I worked for a short time on an Amercan registered supply boat and they sounded tanks using a plug which roughly fitted the diameter of the sounding pipe. The base of the plug was concave and you could feel when it hit the top of the liquid in the tank, it was attached to a sounding tape.
Never come across it since.


----------



## Wilco

In tankers, in my day, each cargo tank had an ullage plug. This, usually is a pipe standing about 12ins proud of the deck. The aperture of this pipe is about 4ins in diameter & usually , when not in use it is closed by means of a screw down metal cap .When loading or discharging, by means of a tape with a float attached, or when getting nearly full by means of a calibrated ullage stick inserted through the ullage plug the level of the oil can be established. From this measurement, using the appropriate tables, making due allowance for temperature, the volume of oil in the tank can be calculated thus the speed of loading/discharging can be established also enabling the tank to be shut off when the ullage is at the level previously calculated in the cargo planning.
I think that in the present day everything is computer controlled.
Hope this helps.


----------



## kewl dude

US Flag ships I sailed they were called sounding tubes. 

http://www.wosupply.com/index.php/products/marinespecialtyvalves

Attached from the above site:

MAIN_SOUNDING_TUBE.jpg (144.2 KB) 
SOUNDING_TUBE_EXP_VIEW.jpg (96.2 KB)

Typically they usually were mostly used on cargo and bulk ships with double bottom fuel oil storage tanks. They were also used in machinery and other enclosed spaces but with a spring powered self closing gate valve with a pipe thread on top to accept a plug if needed. 

The top of the sounding pipes were on the open deck or perhaps in a resistor house on the main deck and plugged with a sounding tube bronze threaded plug. The plug had either a centered square recessed opening to match a wrench used to loosen them or a slit not unlike that for a straight blade screwdriver. 

http://en.wikipedia.org/wiki/Ullage

Attached: UllageTape.jpg (116.4 KB)

When sounding double bottom tanks, that typically were six to eight feet high, reached by a long pipe from the deck to within a few inches above the bottom of the tank. Typically a steel striker plate was installed beneath the sounding pipe. This is a picture of an expensive 1/2 inch x 50 feet tape. Which for most of the cargo ships I sailed would be too short. The tape has to be long enough to reach from the deck to the bottom of the tank.

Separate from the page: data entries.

import type {
  CylinderJson,
  JobFamilyJson,
  JobJson,
  JobListItemJson,
  JobState,
} from '../../../shared/api/jobs';
import type { LengthJson } from '../../../shared/lengths';

/** A length as the API sends it, both units (converted by hand with 1 in = 25.4 mm exactly). */
export const L = (mm: string, inch: string): LengthJson => ({ mm, in: inch });

/**
 * An invented air-cooled single: standard bore 2.5170 in, clean-up 0.0030 in, up to +0.040 in,
 * taper limit 0.0040 in, out-of-round 0.0020 in.
 */
export const INVENTED_SINGLE: JobFamilyJson = {
  id: 'f1',
  code: 'TS-64',
  name: 'Invented single',
  cylinders: 1,
  standardBore: L('63.9318', '2.5170'),
  clearance: { min: L('0.0381', '0.0015'), max: L('0.0635', '0.0025') },
  honeAllowance: L('0.0508', '0.0020'),
  cleanup: L('0.0762', '0.0030'),
  maxOversize: L('1.016', '0.0400'),
  maxTaper: L('0.1016', '0.0040'),
  maxOutOfRound: L('0.0508', '0.0020'),
  ringGap: { min: null, max: null },
};

/** A job on the board as the list answers it: booked in, one cylinder, nothing held or waiting. */
export function jobListItem(
  number: string,
  state: JobState,
  extra: Partial<JobListItemJson> = {},
): JobListItemJson {
  return {
    id: number,
    number,
    state,
    customerId: `c-${number}`,
    customerName: `Customer of ${number}`,
    family: { id: 'f1', code: 'TS-64', name: 'Invented single' },
    cylinders: 1,
    askedFor: '',
    dueDate: null,
    overdue: false,
    waitingForParts: false,
    waitingFor: [],
    pistonsHeld: 0,
    cylindersCut: 0,
    awaitingApproval: false,
    createdAt: '2026-12-01T09:00:00.000Z',
    ...extra,
  };
}

/** Cylinder n of a job as the job answers it before anything is read, chosen or held. */
export function cylinderJson(extra: Partial<CylinderJson> = {}): CylinderJson {
  return {
    n: 1,
    cylinder: null,
    readings: [],
    wear: null,
    warnings: [],
    measuredAt: null,
    step: null,
    clearance: null,
    piston: null,
    rings: [],
    cutAt: null,
    measuredAfterHone: null,
    ringGap: null,
    ringGapOk: null,
    honedFit: null,
    ringGapSuggested: null,
    ringGapCheck: null,
    ...extra,
  };
}

/** A whole job as its page loads it: booked in for the invented single, one untouched cylinder. */
export function jobJson(extra: Partial<JobJson> & Pick<JobJson, 'id' | 'number'>): JobJson {
  const createdAt = extra.createdAt ?? '2026-12-01T09:00:00.000Z';
  return {
    ...jobListItem(extra.number, 'booked_in', { customerId: 'c1', createdAt }),
    customerName: 'Odile Farrant',
    customerPhone: null,
    customerEmail: null,
    family: INVENTED_SINGLE,
    notes: '',
    notifyCustomer: true,
    createdBy: null,
    updatedAt: createdAt,
    stateChangedAt: createdAt,
    closedAt: null,
    cylinderDetails: [cylinderJson()],
    holds: [],
    photos: [],
    events: [],
    ...extra,
  };
}
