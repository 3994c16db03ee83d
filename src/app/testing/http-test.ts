import { provideHttpClient, withInterceptors, type HttpInterceptorFn } from '@angular/common/http';
import { HttpTestingController, provideHttpClientTesting } from '@angular/common/http/testing';
import type { EnvironmentProviders, Provider } from '@angular/core';
import { TestBed } from '@angular/core/testing';
import { provideRouter } from '@angular/router';

import type { SessionResponse, SessionUser } from '../../../shared/session-types';
import { Notifier } from '../core/notifier';
import { Session } from '../core/session';

/** A Notifier that records what a page told the person instead of showing a snack bar. */
export interface NotifierMock {
  success: jest.Mock;
  error: jest.Mock;
}

export interface HttpTestOptions {
  /** The page's other needs (a date adapter, a stand-in service…). */
  providers?: (Provider | EnvironmentProviders)[];
  /** Real interceptors to run in front of the testing backend. */
  interceptors?: HttpInterceptorFn[];
}

/**
 * The TestBed of a component spec that talks to the server: a router with no routes, the HTTP
 * testing backend (every request is answered by the spec with `http.expectOne(...).flush(...)`)
 * and a recording Notifier. Call in `beforeEach` (or a spec's own render function).
 */
export function setUpHttpTest(options: HttpTestOptions = {}): {
  http: HttpTestingController;
  notifier: NotifierMock;
} {
  const notifier: NotifierMock = { success: jest.fn(), error: jest.fn() };
  TestBed.configureTestingModule({
    providers: [
      provideRouter([]),
      provideHttpClient(withInterceptors(options.interceptors ?? [])),
      provideHttpClientTesting(),
      { provide: Notifier, useValue: notifier },
      ...(options.providers ?? []),
    ],
  });
  return { http: TestBed.inject(HttpTestingController), notifier };
}

/**
 * Signs this person in, as the app does at start: the session asks `/api/session` once (with the
 * shop's name, time zone and currency when the spec gives them).
 */
export async function signIn(
  http: HttpTestingController,
  user: SessionUser,
  shop?: SessionResponse['shop'],
): Promise<void> {
  const loading = TestBed.inject(Session).load();
  http.expectOne('/api/session').flush(shop ? { user, shop } : { user });
  await loading;
}
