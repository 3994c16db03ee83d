// Uploads are refused by their declared size before a byte of the body is read: a 413 for a
// 60 MB photo costs nothing, where letting multer read up to its per-file limit first held 20 MB
// of memory per refused request. A body without a Content-Length (chunked) still meets multer's
// own limits while it streams.
import type { RequestHandler } from 'express';
import { PayloadTooLarge } from '../errors';

export function refuseLargerThan(maxBytes: number, what: string): RequestHandler {
  return (req, res, next) => {
    const declared = Number(req.headers['content-length']);
    if (Number.isFinite(declared) && declared > maxBytes) {
      // The rest of the body is not read: the connection closes after the answer.
      res.setHeader('Connection', 'close');
      req.on('error', () => undefined);
      next(
        new PayloadTooLarge(
          `${what} is larger than the limit of ${Math.floor(maxBytes / (1024 * 1024))} MB.`,
        ),
      );
      return;
    }
    next();
  };
}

http://www.brighthubengineering.com...ry/35372-sounding-the-tanks-of-a-ship/#imgn_4

http://tinyurl.com/ullage

The bottom of the measuring tape has an attached brass bobber. When measuring light liquids typically the bobber would have a pointed end. When measuring thick substances like ships bunker C fuel oil the bobber had an open hollow cup shape on the bottom of the bobber.

Ullage refers to measuring the space ABOVE the liquid level in a tank then using charts provided by the ship builder to determine tank liquid contents.

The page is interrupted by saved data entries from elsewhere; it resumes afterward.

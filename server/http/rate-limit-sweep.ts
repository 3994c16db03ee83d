// Every few minutes, forget rate-limit counters whose window has ended, so the table stays as small
// as the number of addresses and accounts seen in the last quarter hour. Idempotent: several server
// processes may run it side by side.
import type { Background } from '../background-work';
import { logger } from '../logger';
import { pruneRateLimits } from './rate-limit';

const EVERY_MS = 5 * 60 * 1000;

export function startRateLimitSweep(): Background {
  let running: Promise<unknown> = Promise.resolve();
  const timer = setInterval(() => {
    running = pruneRateLimits().catch((err: unknown) =>
      logger.warn({ err }, 'sweeping old rate-limit counters failed; it runs again shortly'),
    );
  }, EVERY_MS);
  timer.unref();
  return {
    stop: async () => {
      clearInterval(timer);
      await running;
    },
  };
}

So you remove the plug and typically wrap it in a small rag and put it in a back pocket of your boiler suit so you do not lose it. Inserting the bobber into the top of the sounding tape you flip over the tape cranking handle and let it fall free. 

Listening closely you will hear a 'plop' when the cup hits the top of the liquid perhaps fifty or more feet below and the tape will go slack. Then by quickly pulling up while listening for the 'plop' and gently letting down you get a feel for when the bobber is sitting lightly atop the thick oil. Read the measurement on the sounding tape where the tape is level with the top of the sounding tube and also the deck.

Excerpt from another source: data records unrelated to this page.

describe('step ladder', () => {
  it('when pistons are received, then the ladder shows every step with counts, units and nominal bores', async () => {
    const fx = await makeFamily(owner);
    const piston = await makePart(owner, fx, 'piston', 2);
    const rings = await makePart(owner, fx, 'rings', 2);
    await receive(staff, {
      partId: piston.id,
      quantity: 2,
      binId: fx.binId,
      units: [{ skirt: '2.5183 in' }, {}],
    });
    await receive(staff, { partId: rings.id, quantity: 4, binId: fx.binId });

    const res = await machinist.get(`/api/engine-families/${fx.familyId}/ladder`);
    expect(res.status).toBe(200);
    expect(res.body.family.id).toBe(fx.familyId);
    expect(res.body.steps).toHaveLength(5);
    const step = res.body.steps[2];
    expect(step).toMatchObject({
      stepId: fx.steps[2].id,
      label: '+0.020 in',
      // 2.500 in + 0.020 in = 2.520 in = 64.008 mm exactly.
      offset: { mm: '0.508', in: '0.0200' },
      nominalBore: { mm: '64.008', in: '2.5200' },
      // The piston still to measure is on hand but not free for a bore (the one rule of
      // stock/part-needs that the job bench uses too).
      pistons: { onHand: 2, held: 0, free: 1, onOrder: 0 },
      pistonsToMeasure: 1,
      rings: { onHand: 4, held: 0, free: 4, onOrder: 0 },
      nothingFree: false,
      missing: [],
    });
    // Measured first, then the one "to measure": free with no skirt.
    expect(step.units).toHaveLength(2);
    expect(step.units[0]).toMatchObject({
      partId: piston.id,
      skirt: { mm: '63.96482', in: '2.5183' },
      status: 'free',
      bin: fx.binCode,
    });
    expect(step.units[0].label).toMatch(/^PU-\d{6,}$/);
    expect(step.units[1]).toMatchObject({ skirt: null, status: 'free' });
    expect(res.body.steps[0]).toMatchObject({
      label: 'STD',
      nominalBore: { mm: '63.500', in: '2.5000' },
      pistons: { onHand: 0, held: 0, free: 0, onOrder: 0 },
      nothingFree: true,
      missing: ['piston', 'rings'],
      units: [],
    });
  });

  it('when a step has more pistons than the ladder shows, then it shows the 12 nearest its nominal bore, counts them all and pages the rest', async () => {
    const fx = await makeFamily(owner);
    const piston = await makePart(owner, fx, 'piston', 2);
    // 14 measured pistons from 2.5170 in to 2.5183 in, and one still to measure. The step's
    // nominal bore is 2.5200 in, so the nearest twelve are the largest twelve skirts.
    const skirts = Array.from({ length: 14 }, (_, i) => `${(2.517 + i / 10000).toFixed(4)} in`);
    await receive(staff, {
      partId: piston.id,
      quantity: 15,
      binId: fx.binId,
      units: [...skirts.map((skirt) => ({ skirt })), {}],
    });
    const res = await machinist.get(`/api/engine-families/${fx.familyId}/ladder`);
    expect(res.status).toBe(200);
    const step = res.body.steps[2];
    expect(step.unitsTotal).toBe(15);
    expect(step.units.map((u: { skirt: { in: string } }) => u.skirt.in)).toEqual(
      skirts.slice(2).map((s) => s.replace(' in', '')),
    );

    const url = `/api/engine-families/${fx.familyId}/ladder/steps/${fx.steps[2].id}/units`;
    const first = await machinist.get(`${url}?page=1&pageSize=10`);
    expect(first.status).toBe(200);
    expect(first.body.total).toBe(15);
    expect(first.body.items).toHaveLength(10);
    expect(first.body.items[0].skirt.in).toBe('2.5170');
    const second = await machinist.get(`${url}?page=2&pageSize=10`);
    expect(second.body.items).toHaveLength(5);
    expect(second.body.items[4]).toMatchObject({ skirt: null, status: 'free' });
    const unknown = await machinist.get(
      `/api/engine-families/00000000-0000-4000-8000-000000000000/ladder/steps/${fx.steps[2].id}/units`,
    );
    expect(unknown.status).toBe(404);
  });

  it('when the family allows less than the series offers, then steps past the largest oversize are left out', async () => {
    const fx = await makeFamily(owner, { maxOversize: '0.020 in' });
    const res = await owner.get(`/api/engine-families/${fx.familyId}/ladder`);
    expect(res.body.steps.map((s: { label: string }) => s.label)).toEqual([
      'STD',
      '+0.010 in',
      '+0.020 in',
    ]);
  });
});
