// Lists that can cost the database real work at a large supplier's size (the mapping queue, a
// search through a supplier's items) run a few at a time per server process. The rest wait their
// turn briefly and are then told to come back (503 with Retry-After): a burst of them can no
// longer take every database connection and every core, so the health check, sign-in and the
// light pages keep answering.
import { ServiceUnavailable } from '../errors';

const AT_ONCE = 2;
const WAIT_MS = 1500;

let running = 0;
const queue: Array<() => void> = [];

function release(): void {
  const next = queue.shift();
  if (next) next();
  else running--;
}

export async function withHeavyListSlot<T>(work: () => Promise<T>): Promise<T> {
  if (running < AT_ONCE) running++;
  else {
    await new Promise<void>((resolve, reject) => {
      const start = () => {
        clearTimeout(timer);
        resolve();
      };
      const timer = setTimeout(() => {
        queue.splice(queue.indexOf(start), 1);
        reject(
          new ServiceUnavailable(
            'The server is busy with other long lists. Try again in a moment.',
            2,
          ),
        );
      }, WAIT_MS);
      queue.push(start);
    });
  }
  try {
    return await work();
  } finally {
    release();
  }
}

Light liquids like water were measured by rubbing blue chalk on the bottom portion of the measuring tape where the liquid surface is to be expected. Then dropped to the bottom of the tank, then when pulled up the liquid level will be clear. The lighter blue of the dry chalk on top with the now dark blue wet chalk below.

Sounding tapes were used when taking bunkers and just prior to arrival in a port. Some ports wanted to know everything in the way of potable and ballast water, ships fuels and lubricating oils we carried upon arrival. Regardless this information was called for in our log books.

Greg Hayden


----------



## John Rogers

Plain and simple its a Dip Stick Hole. just like checking the oil level in you cars engine.


----------



## Stephen J. Card

Used a temporary 'plug' when using an ullage tape when level of the liquid is lower the end of the dipstick.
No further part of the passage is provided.